THE PROBLEM – Please find every line in the records below that contains the word "kind", and copy it.

EXTRACTED DATA –
▬▬▬▬▬▬▬▬▬▬

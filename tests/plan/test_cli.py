"""Tests for the ``voidcube plan`` commands (``plan.cli.main``): describe, simulate and survey design.

Runs are in-process on a small invented site written to pytest's tmp_path
(20 x 10 x 20 m box, 1 m cells, flat ground at 18 m, 17 nodes).
"""

from __future__ import annotations

import csv
import json
import math

import numpy as np
import pytest
import scipy.constants

from plan.cli import SIMULATE_FILES, main
from reconstruct.io.tables import read_nodes, read_picks
from tests.cli_helpers import assert_user_error, run_main

SPEED_OF_LIGHT_M_PER_NS = scipy.constants.c * 1e-9

SITE_YAML = """\
# invented test site
name: test box
model:
  origin_m: [0, 0, 0]
  size_m: [20, 10, 20]
  cell_m: 1.0
ground:
  flat_elevation_m: 18
rock:
  velocity_m_per_ns: 0.12
  conductivity_ms_per_m: 2.5
  antenna_frequency_mhz: 100
boreholes:
  - {id: BH1, collar_m: [4, 5, 18], azimuth_deg: 0, dip_deg: 90, length_m: 16}
  - {id: BH2, collar_m: [16, 5, 18], azimuth_deg: 0, dip_deg: 90, length_m: 16}
"""

TRUTH_YAML = """\
# invented truth model
bodies:
  - {name: fast box, shape: box, centre_m: [10, 5, 10], size_m: [4, 4, 4], fill: air}
noise: {sigma_ns: 0.3, time_zero_sigma_ns: 1.0, seed: 3}
refine: 2
"""

N_NODES = 17


def _node_text():
    rows = ["node_id,x_m,y_m,z_m,kind,borehole"]
    for hole, x in (("BH1", 4), ("BH2", 16)):
        for k, z in enumerate(range(16, 3, -2)):
            rows.append(f"{hole}-{k + 1:02d},{x},5,{z},borehole,{hole}")
    for k, x in enumerate((2, 10, 18)):
        rows.append(f"S{k + 1},{x},5,18,surface,")
    return "\n".join(rows) + "\n"


@pytest.fixture()
def files(tmp_path):
    paths = {"site": tmp_path / "site.yaml", "nodes": tmp_path / "nodes.csv", "truth": tmp_path / "truth.yaml"}
    paths["site"].write_text(SITE_YAML, encoding="utf-8")
    paths["nodes"].write_text(_node_text(), encoding="utf-8")
    paths["truth"].write_text(TRUTH_YAML, encoding="utf-8")
    return paths


def _run(argv):
    return run_main(main, argv)


def _simulate(files, picks_path, *extra):
    """'plan simulate' into the folder of ``picks_path`` (the pick table it writes there)."""
    return _run(["simulate", "--site", files["site"], "--nodes", files["nodes"],
                 "--truth", files["truth"], "--out", picks_path.parent, *extra])


def _assert_user_error(code, stdout, stderr, *fragments):
    return assert_user_error(code, stdout, stderr, *fragments)


# -------------------------------------------------------------- simulate

def test_simulate_writes_a_pick_table_that_reconstruct_reads(files, tmp_path):
    before = {k: p.read_bytes() for k, p in files.items()}
    out = tmp_path / "simulated" / "picks.csv"
    code, stdout, stderr = _simulate(files, out)
    assert code == 0, stderr
    nodes = read_nodes(files["nodes"])
    picks = read_picks(out, nodes)
    assert len(picks) == picks.n_rows == N_NODES * (N_NODES - 1)
    assert picks.excluded == ()
    np.testing.assert_array_equal(picks.sigma_ns, 0.3)
    pairs = set(zip(picks.tx.tolist(), picks.rx.tolist()))
    assert len(pairs) == math.perm(N_NODES, 2)
    # shortest pair: neighbouring nodes 2 m apart in one borehole; through rock
    # at 0.12 m/ns that is 16.7 ns before clock offsets and noise
    assert picks.time_ns.min() > 5 and picks.time_ns.max() < 300
    with open(out, newline="", encoding="utf-8") as f:
        assert next(csv.reader(f)) == ["tx", "rx", "time_ns", "sigma_ns", "shot_time_s"]
    np.testing.assert_allclose(picks.shot_time_s, 30.0 * picks.tx)  # node k fires at k x 30 s by default
    assert stdout.strip() == (
        f"{N_NODES * (N_NODES - 1)} synthetic picks written to {out} (noise 0.3 ns, time-zero offsets "
        f"sd 1 ns, times {picks.time_ns.min():.1f} to {picks.time_ns.max():.1f} ns)")
    assert "simulating 272 picks on a 40 x 20 x 40 grid" in stderr
    assert {k: p.read_bytes() for k, p in files.items()} == before
    assert sorted(p.name for p in out.parent.iterdir()) == sorted(SIMULATE_FILES)  # no temporary file left
    manifest = json.loads((out.parent / "manifest.json").read_text(encoding="utf-8"))
    assert manifest["command"] == "voidcube plan simulate"
    assert sorted(manifest["outputs"]) == sorted(SIMULATE_FILES)


def test_simulate_one_way_quiet_and_true_time_zero(files, tmp_path):
    out = tmp_path / "picks.csv"
    clock = tmp_path / "true_time_zero.csv"
    code, stdout, stderr = _simulate(files, out, "--one-way", "--quiet")
    assert code == 0
    assert stderr == ""
    picks = read_picks(out, read_nodes(files["nodes"]))
    assert len(picks) == math.comb(N_NODES, 2)
    with open(clock, newline="", encoding="utf-8") as f:
        rows = list(csv.DictReader(f))
    assert [r["node_id"] for r in rows] == list(read_nodes(files["nodes"]).ids)
    tau = np.array([float(r["time_zero_ns"]) for r in rows])
    assert abs(tau.mean()) < 1e-3  # mean zero, written to 1e-4 ns
    assert tau.std() > 0.2


def test_simulate_adds_clock_drift_from_a_stream_of_its_own(files, tmp_path):
    # drifting clocks add tau_rx(t) - tau_tx(t) with tau_k(t) = drift_k (t - t_mid): the clock-drift
    # model (reconstruct.inverse.time_zero); every other number of the survey stays the same
    from reconstruct.inverse.time_zero import time_zero_matrix

    plain, drifting = tmp_path / "a" / "picks.csv", tmp_path / "b" / "picks.csv"
    assert _simulate(files, plain, "--quiet")[0] == 0
    files["truth"].write_text(TRUTH_YAML.replace("seed: 3}", "seed: 3, clock_drift_sigma_ns_per_h: 4,"
                                                             " shot_interval_s: 60}"), encoding="utf-8")
    assert _simulate(files, drifting, "--quiet")[0] == 0
    nodes = read_nodes(files["nodes"])
    a, b = read_picks(plain, nodes), read_picks(drifting, nodes)
    with open(drifting.parent / "true_time_zero.csv", newline="", encoding="utf-8") as f:
        drift = np.array([float(r["clock_drift_ns_per_h"]) for r in csv.DictReader(f)])
    assert abs(drift.mean()) < 1e-3 and drift.std() > 1.0
    np.testing.assert_allclose(b.shot_time_s, 60.0 * b.tx)
    expected = time_zero_matrix(b.tx, b.rx, len(nodes), "clock_drift", b.shot_time_s) @ np.r_[0 * drift, drift]
    np.testing.assert_allclose(b.time_ns - a.time_ns, expected, atol=2e-3)  # written to 1e-3 ns


def test_simulate_is_repeatable(files, tmp_path):
    a, b = tmp_path / "a" / "picks.csv", tmp_path / "b" / "picks.csv"
    assert _simulate(files, a, "--quiet")[0] == 0
    assert _simulate(files, b, "--quiet")[0] == 0
    assert a.read_bytes() == b.read_bytes()


def test_simulate_max_distance(files, tmp_path):
    out = tmp_path / "picks.csv"
    code, _, _ = _simulate(files, out, "--max-distance", "6", "--quiet")
    assert code == 0
    nodes = read_nodes(files["nodes"])
    picks = read_picks(out, nodes)
    # surface nodes are snapped to 18 m before distances are measured; all
    # other nodes keep their table positions
    xyz = np.array(nodes.xyz_m)
    xyz[[k for k, kind in enumerate(nodes.kinds) if kind == "surface"], 2] = 18.0
    d = np.linalg.norm(xyz[:, None] - xyz[None, :], axis=-1)
    expected = int(((d <= 6.0 + 1e-5) & ~np.eye(len(nodes), dtype=bool)).sum())
    assert len(picks) == expected


def test_simulate_bad_truth_is_a_user_error(files, tmp_path):
    files["truth"].write_text("bodys: []\n", encoding="utf-8")
    code, out, err = _simulate(files, tmp_path / "picks.csv")
    _assert_user_error(code, out, err, str(files["truth"]), "bodys: unknown key; did you mean 'bodies'?")
    assert not (tmp_path / "picks.csv").exists()


def test_simulate_missing_truth_file(files, tmp_path):
    missing = tmp_path / "nowhere.yaml"
    files["truth"] = missing
    code, out, err = _simulate(files, tmp_path / "picks.csv")
    _assert_user_error(code, out, err, str(missing), "cannot read the truth model")


def test_simulate_node_outside_box(files, tmp_path):
    with open(files["nodes"], "a", encoding="utf-8") as f:
        f.write("FAR,40,5,10,borehole,\n")
    code, out, err = _simulate(files, tmp_path / "picks.csv")
    _assert_user_error(code, out, err, str(files["nodes"]), f"line {N_NODES + 2}: node FAR",
                       "outside the model box")


def test_simulate_with_no_pairs_left_is_a_user_error(files, tmp_path):
    code, out, err = _simulate(files, tmp_path / "picks.csv", "--max-distance", "0.5", "--quiet")
    _assert_user_error(code, out, err, "--max-distance")


# -------------------------------------------------------------- describe

def test_describe_prints_grid_ground_and_rock(files):
    code, out, err = _run(["describe", "--site", files["site"]])
    assert code == 0, err
    assert "site: test box" in out
    # 20 x 10 x 20 cells; cell centres below 18 m: 18 of the 20 layers are ground
    assert "grid: 20 x 10 x 20 cells of 1 x 1 x 1 m = 4,000 cells; 3,600 ground (unknowns), 400 air" in out
    assert "ground surface (flat): 18 to 18 m elevation" in out
    # K = (c / v)^2 for low-loss rock; wavelength = v / f = 0.12 m/ns / 0.1 GHz
    k = (SPEED_OF_LIGHT_M_PER_NS / 0.12) ** 2
    assert f"rock: 0.1200 m/ns (K = {k:.2f})" in out
    assert f"K = {k:.2f}" == "K = 6.24"
    assert "2.5 mS/m, antenna 100 MHz, wavelength in rock 1.20 m" in out
    assert "boreholes: 2; planned works: 0; exclusion zones: 0" in out


def test_describe_bad_site_is_a_user_error(files):
    files["site"].write_text(SITE_YAML.replace("cell_m: 1.0", "cell_m: -1"), encoding="utf-8")
    code, out, err = _run(["describe", "--site", files["site"]])
    _assert_user_error(code, out, err, str(files["site"]), "model.cell_m must be greater than 0")


# -------------------------------------------------------------- help

def _help(argv, capsys) -> str:
    with pytest.raises(SystemExit) as stop:
        main(argv)
    assert stop.value.code == 0
    return " ".join(capsys.readouterr().out.split())  # argparse wraps lines


def test_plan_help_mentions_units(capsys):
    text = _help(["--help"], capsys)
    assert "describe" in text and "simulate" in text
    for unit in ("metres (m)", "nanoseconds (ns)", "m/ns", "MHz"):
        assert unit in text


def test_simulate_help_mentions_units(capsys):
    text = _help(["simulate", "--help"], capsys)
    for unit in ("metres (m)", "nanoseconds (ns)", "m/ns", "M metres", "tx,rx,time_ns,sigma_ns"):
        assert unit in text
    for option in ("--site", "--nodes", "--truth", "--out", "--one-way", "--max-distance", "--scheduler"):
        assert option in text


def test_no_subcommand_prints_help_and_exits_2(capsys):
    assert main([]) == 2
    assert "usage: voidcube plan" in capsys.readouterr().out


def test_simulate_lists_the_injected_gross_errors(files, tmp_path):
    files["truth"].write_text(TRUTH_YAML.replace("seed: 3}", "seed: 3, outlier_fraction: 0.05}"),
                              encoding="utf-8")
    out, listed = tmp_path / "picks.csv", tmp_path / "gross_errors.csv"
    code, stdout, stderr = _simulate(files, out, "--quiet", "--rays", "straight")
    assert code == 0, stderr
    with open(listed, newline="", encoding="utf-8") as f:
        rows = list(csv.DictReader(f))
    assert len(rows) == round(0.05 * N_NODES * (N_NODES - 1))
    assert all(10.0 <= abs(float(r["error_ns"])) <= 30.0 for r in rows)
    assert f"{len(rows)} gross errors" in stdout


# -------------------------------------------------------------- survey design

DESIGN_FILES = ("nodes.csv", "candidates.csv", "pairs.csv", "pairs.graphml", "pairs_summary.json",
                "mesh.graphml", "mesh_summary.json", "schedule.csv", "schedule_summary.json", "manifest.json")


def test_simulate_leaves_out_pairs_below_the_link_budget(files, tmp_path):
    # nodes in one vertical hole lie on each other's dipole axis, the pattern null (common
    # practice, no published source): with 7 nodes per hole, 2 x 7 x 6 ordered pairs are missed;
    # the surface nodes S1 and S3, 16 m apart on flat ground, reach each other only by the ground
    # wave, whose amplitude falls as 1/r^2 (Annan 1973, from memory): the Friis loss (Friis 1946),
    # the rock loss and the further 20 log10(k r) leave less than the 100 dB default budget, which
    # the 8 m surface pairs keep; every other pair in this 20 m box is far inside the budget
    lam = 0.12 / 100e6 * 1e9
    alpha = 1.636 * 2.5 / math.sqrt((SPEED_OF_LIGHT_M_PER_NS / 0.12) ** 2)  # low-loss form, REFERENCES.md

    def ground_wave_margin(r):
        return 100 - 20 * math.log10(4 * math.pi * r / lam) - alpha * r - 20 * math.log10(2 * math.pi * r / lam)

    assert ground_wave_margin(16.0) < 0 < ground_wave_margin(8.0)
    out = tmp_path / "picks.csv"
    code, stdout, stderr = _simulate(files, out, "--rays", "straight", "--executor", "serial", "--quiet",
                                     "--link-budget")
    assert code == 0, stderr
    picks = read_picks(out, read_nodes(files["nodes"]))
    assert len(picks) == N_NODES * (N_NODES - 1) - 2 * 7 * 6 - 2
    assert "86 picks missed below the link budget" in stdout
    code, stdout, stderr = _simulate(files, out, "--fade-sigma", "3")
    _assert_user_error(code, stdout, stderr, "--fade-sigma needs --link-budget")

▬▬▬▬▬▬▬▬▬▬

RESPONSE AREA –
    rows = ["node_id,x_m,y_m,z_m,kind,borehole"]
    xyz[[k for k, kind in enumerate(nodes.kinds) if kind == "surface"], 2] = 18.0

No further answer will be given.